Not only was Scott’s vote striking given Florida’s distress, it was at odds with the rest of the Senate’s Republican caucus. The measure, the Continuing Appropriations and Ukraine Supplemental Appropriations Act of 2023 (House Resolution 6833), also known as a continuing resolution or CR, was endorsed by McConnell and the Senate Republican leadership. Along with all the Democrats, 22 Republicans approved it and it passed the Senate by a lopsided vote of 72 to 25. (Florida’s other senator, Marco Rubio, was absent for the vote. The bill also passed the House by 230 to 201, with all 16 House Republicans from Florida voting against it. Biden signed it into law that day, just before the end of the federal fiscal year.)
It’s worth considering what would have happened had Scott’s negative vote succeeded. The federal government would have shut down. The Federal Emergency Management Agency would have halted operations just as it was getting into gear to help Southwest Florida. There would have been no urban search and rescue teams from other states flying into Florida to save people trapped under the rubble. There would have been no Coast Guard operations to help victims stranded by storm surge. There would have been no federal aid for housing, food, safety, security, or communications.
This is the kind of apocalypse Scott was voting for with his negative vote.
On Sept. 7, well before Hurricane Ian made landfall, Scott forcefully urged Republicans to reject the continuing resolution.
“Today I am urging every Republican to demand that Congress pass a clean CR that simply maintains current federal spending levels,” he declared in a statement. “We cannot cave to the demands of the Democrats carrying out an agenda led by a raving lunatic in the White House.”
That “raving lunatic” visited Southwest Florida on Wednesday, Oct. 5, to see the damage for himself. He pledged the full faith, credit and resources of the United States to help Florida—and especially Southwest Florida—recover and aid the people hurt by the storm.
Revealing the man
Now, all the doubts and criticism of Scott may be rendered moot by a smashing Republican Senate victory on Nov. 8 that vindicates his senatorial efforts.
Perhaps Republicans will win the Senate.
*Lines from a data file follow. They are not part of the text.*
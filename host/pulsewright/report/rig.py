"""A rig file for a reader: site, rails with their steps, switches."""

from __future__ import annotations

from pulsewright.report.modes import table
from pulsewright.rig.model import Rail, Rig
from pulsewright.units import show_mv, show_ps, show_ua


def _rail(rail: Rail) -> list[str]:
    rows = [
        [
            str(step.number),
            show_mv(step.mv),
            f"±{show_mv(step.error_mv)}",
            show_mv(step.overshoot_mv),
            f"{show_mv(step.dip_mv)} for {step.dip_us} us",
        ]
        for step in rail.steps
        if step.number
    ]
    head = f"rail {rail.name}: up to {show_ua(rail.limit_ua)}, settles in {show_ps(rail.settle_ps)}"
    return [head, *table(["step", "level", "error", "overshoot", "dip"], rows)]


def rig_lines(rig: Rig) -> list[str]:
    """The whole rig file as text."""
    packages = ", ".join(f"{name} at +{offset}" for name, offset in rig.site.packages.items())
    switches = [
        [
            str(switch.position),
            show_mv(switch.ceiling_mv),
            f"{show_mv(switch.drop_mv)} at {show_ua(switch.drop_at_ua)}",
            f"{show_ps(switch.rise_ps)} / {show_ps(switch.fall_ps)}",
            "yes" if switch.limiter else "no",
        ]
        for switch in rig.switches
    ]
    vcc = ", ".join(f"{switch.position} (drop {show_mv(switch.drop_mv)})" for switch in rig.vcc_switches)
    return [
        f"{rig.name}  ({rig.path})",
        f"site {rig.site.name}: {packages}",
        f"over-voltage guard: {rig.over_voltage}; what a port may draw: {show_ua(rig.port_limit_ua)}",
        "",
        *_rail(rig.vcc),
        f"reaches positions {vcc}; probe resistor {rig.probe_ohm} ohm",
        "",
        *_rail(rig.raised),
        *table(["position", "ceiling", "drop", "rise / fall", "1 mA limiter"], switches),
    ]


def rig_facts(rig: Rig) -> dict[str, object]:
    """The same as JSON values."""
    return {
        "rig": rig.name,
        "file": rig.path,
        "packages": dict(rig.site.packages),
        "rails": {
            rail.name: [
                {"step": step.number, "mv": step.mv, "error_mv": step.error_mv} for step in rail.steps if step.number
            ]
            for rail in (rig.vcc, rig.raised)
        },
        "raised_positions": {str(switch.position): switch.ceiling_mv for switch in rig.switches},
        "vcc_positions": [switch.position for switch in rig.vcc_switches],
    }
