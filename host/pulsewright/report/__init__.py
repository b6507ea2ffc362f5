"""What a person reads afterwards: pinout, timing diagram, record page, label."""
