"""Which step of a rail serves a window (H3): the level with all that pushes it up, and with all that pulls it down."""

from __future__ import annotations

from dataclasses import dataclass

from pulsewright.chip.model import Definition, SupplyStep
from pulsewright.errors import CannotMake
from pulsewright.rig.model import Rail, RailStep, Rig, Switch
from pulsewright.sequence.pinmap import PinMap
from pulsewright.units import show_mv


@dataclass(frozen=True)
class Sums:
    """Both sums of H3 for one rail step at one pin, in millivolts."""

    highest_mv: int
    ceiling_mv: int
    lowest_mv: int
    floor_mv: int

    @property
    def fits(self) -> bool:
        """Both sums stay inside."""
        return self.highest_mv <= self.ceiling_mv and self.lowest_mv >= self.floor_mv

    def __str__(self) -> str:
        return (
            f"at most {show_mv(self.highest_mv)} of {show_mv(self.ceiling_mv)}, "
            f"at least {show_mv(self.lowest_mv)} of {show_mv(self.floor_mv)}"
        )


def _ceiling_mv(definition: Definition, pin: str, step: SupplyStep) -> int:
    maximum = definition.maximum_of(pin)
    if maximum is None or maximum.above_vcc:
        return step.max_mv
    return min(step.max_mv, maximum.mv)


def _dip_mv(rail_step: RailStep, rig: Rig) -> int:
    return 0 if rail_step.dip_us <= rig.dip_ignored_us else rail_step.dip_mv


def _drop_mv(switch: Switch, current_ua: int) -> int:
    """Loss in switch and limiter at a current; it grows with the current, never counts less than stated below it."""
    if current_ua <= switch.drop_at_ua:
        return switch.drop_mv
    return -(-switch.drop_mv * current_ua // switch.drop_at_ua)


def top_mv(definition: Definition, rig: Rig, pin: str, step: SupplyStep) -> int:
    """The highest level a raised pin may stand at: the least of window, absolute maximum and the switch's ceiling."""
    return min(_ceiling_mv(definition, pin, step), PinMap(definition, rig).switch(pin).ceiling_mv)


def raised_sums(definition: Definition, rig: Rig, pin: str, step: SupplyStep, rail_step: RailStep) -> Sums:
    """The sums for a raised pin. A current that no source gives counts as the rig file's `unstated_current`."""
    switch = PinMap(definition, rig).switch(pin)
    current = rig.a9_unstated_ua if step.current_ua is None else step.current_ua
    lowest = rail_step.mv - rail_step.error_mv - _drop_mv(switch, current) - _dip_mv(rail_step, rig)
    return Sums(
        rail_step.mv + rail_step.error_mv + rail_step.overshoot_mv,
        top_mv(definition, rig, pin, step),
        lowest,
        step.min_mv,
    )


def vcc_sums(definition: Definition, rig: Rig, step: SupplyStep, rail_step: RailStep) -> Sums:
    """The sums for the VCC pins."""
    drop = 0
    for pin in definition.pins["VCC"]:
        switch = rig.vcc_switch_at(PinMap(definition, rig).position(pin))
        if switch is not None:
            drop = max(drop, switch.drop_mv)
    lowest = rail_step.mv - rail_step.error_mv - drop - _dip_mv(rail_step, rig)
    highest = rail_step.mv + rail_step.error_mv + rail_step.overshoot_mv
    return Sums(highest, _ceiling_mv(definition, "VCC", step), lowest, step.min_mv)


def _nearest(rail: Rail, typ_mv: int) -> list[RailStep]:
    return sorted((step for step in rail.steps if step.mv), key=lambda step: (abs(step.mv - typ_mv), step.number))


def choose_raised(definition: Definition, rig: Rig, wanted: dict[str, SupplyStep]) -> RailStep:
    """The raised rail's step that serves every pin of `wanted` at once; CannotMake with the sums of the nearest."""
    typ_mv = next(iter(wanted.values())).typ_mv
    tried = []
    for rail_step in _nearest(rig.raised, typ_mv):
        sums = {pin: raised_sums(definition, rig, pin, step, rail_step) for pin, step in wanted.items()}
        if all(each.fits for each in sums.values()):
            return rail_step
        tried += [f"{show_mv(rail_step.mv)} at {pin}: {each}" for pin, each in sums.items() if not each.fits]
    names = ", ".join(f"{step.name} at {pin}" for pin, step in wanted.items())
    raise CannotMake(
        f"no step of the raised rail serves {names}",
        wanted="; ".join(f"{show_mv(step.min_mv)} .. {show_mv(step.max_mv)} at {pin}" for pin, step in wanted.items()),
        got=tried[0] if tried else "no raised step",
        did="was not asked: nothing was sent",
        hint="trim the rail's error down in the rig, or add a step to the rig file",
        where=next(iter(wanted.values())).where,
    )


def vcc_choices(definition: Definition, rig: Rig, step: SupplyStep) -> list[RailStep]:
    """Steps of the VCC rail that with their error lie inside the step's window, lowest first."""
    fitting = [each for each in rig.vcc.steps if each.mv and vcc_sums(definition, rig, step, each).fits]
    return sorted(fitting, key=lambda each: each.mv)


def choose_vcc(definition: Definition, rig: Rig, step: SupplyStep) -> RailStep:
    """The VCC rail's step nearest typ that serves a step of VCC; CannotMake with the sums of the nearest."""
    fitting = vcc_choices(definition, rig, step)
    if fitting:
        return min(fitting, key=lambda each: abs(each.mv - step.typ_mv))
    nearest = _nearest(rig.vcc, step.typ_mv)[0]
    raise CannotMake(
        f"no step of the VCC rail serves {step.name}",
        wanted=f"{show_mv(step.min_mv)} .. {show_mv(step.max_mv)}",
        got=f"{show_mv(nearest.mv)}: {vcc_sums(definition, rig, step, nearest)}",
        did="was not asked: nothing was sent",
        hint="add a step to the rig file, or trim the rail's error down",
        where=step.where,
    )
Perhaps McConnell will become majority leader. Perhaps Scott will be hailed as a political genius. Perhaps 2022 will pave the way for Scott’s 2024 nomination as president and his ultimate election to the White House. Perhaps Florida and Southwest Florida in particular will fully recover and rebuild without any federal help at all. Perhaps the disgrace and stigma of the Columbia/HCA fraud will be flushed down the river of history and Scott will be washed clean by the purifying waters of political power.
It could happen.
However, with exactly one month to go until the election that’s not the way it’s looking.
Instead, what appears to be happening is that a man who bought his elections in Florida has now come up against a much more complex political task than he ever faced before. Rather than easily manipulating a disinterested Florida electorate through television ads, Scott is fumblingly trying to juggle diverse and aroused populations throughout a vast country that he doesn’t really understand.
First Lady Michelle Obama once observed: “Being president doesn’t change who you are, it reveals who you are.”
The same could be said for any high office. Each step up the ladder reveals a bit more about the person you are. With each step upward there are more people scrutinizing your flaws, more people critiquing your moves, and more people watching to see if you fall.
Rick Scott has climbed pretty high. Each step has revealed more about his capabilities and character. It’s been a very enlightening ascent for those bothering to watch. Scott obviously hopes to climb higher. But the ladder is swaying and there’s the pesky possibility that at his current step he may have reached as far as he’s able.
Has he reached his “level of incompetence?” It certainly seems so. However, on Nov. 8, with every vote for every Senate seat throughout the nation, Americans will decide for themselves.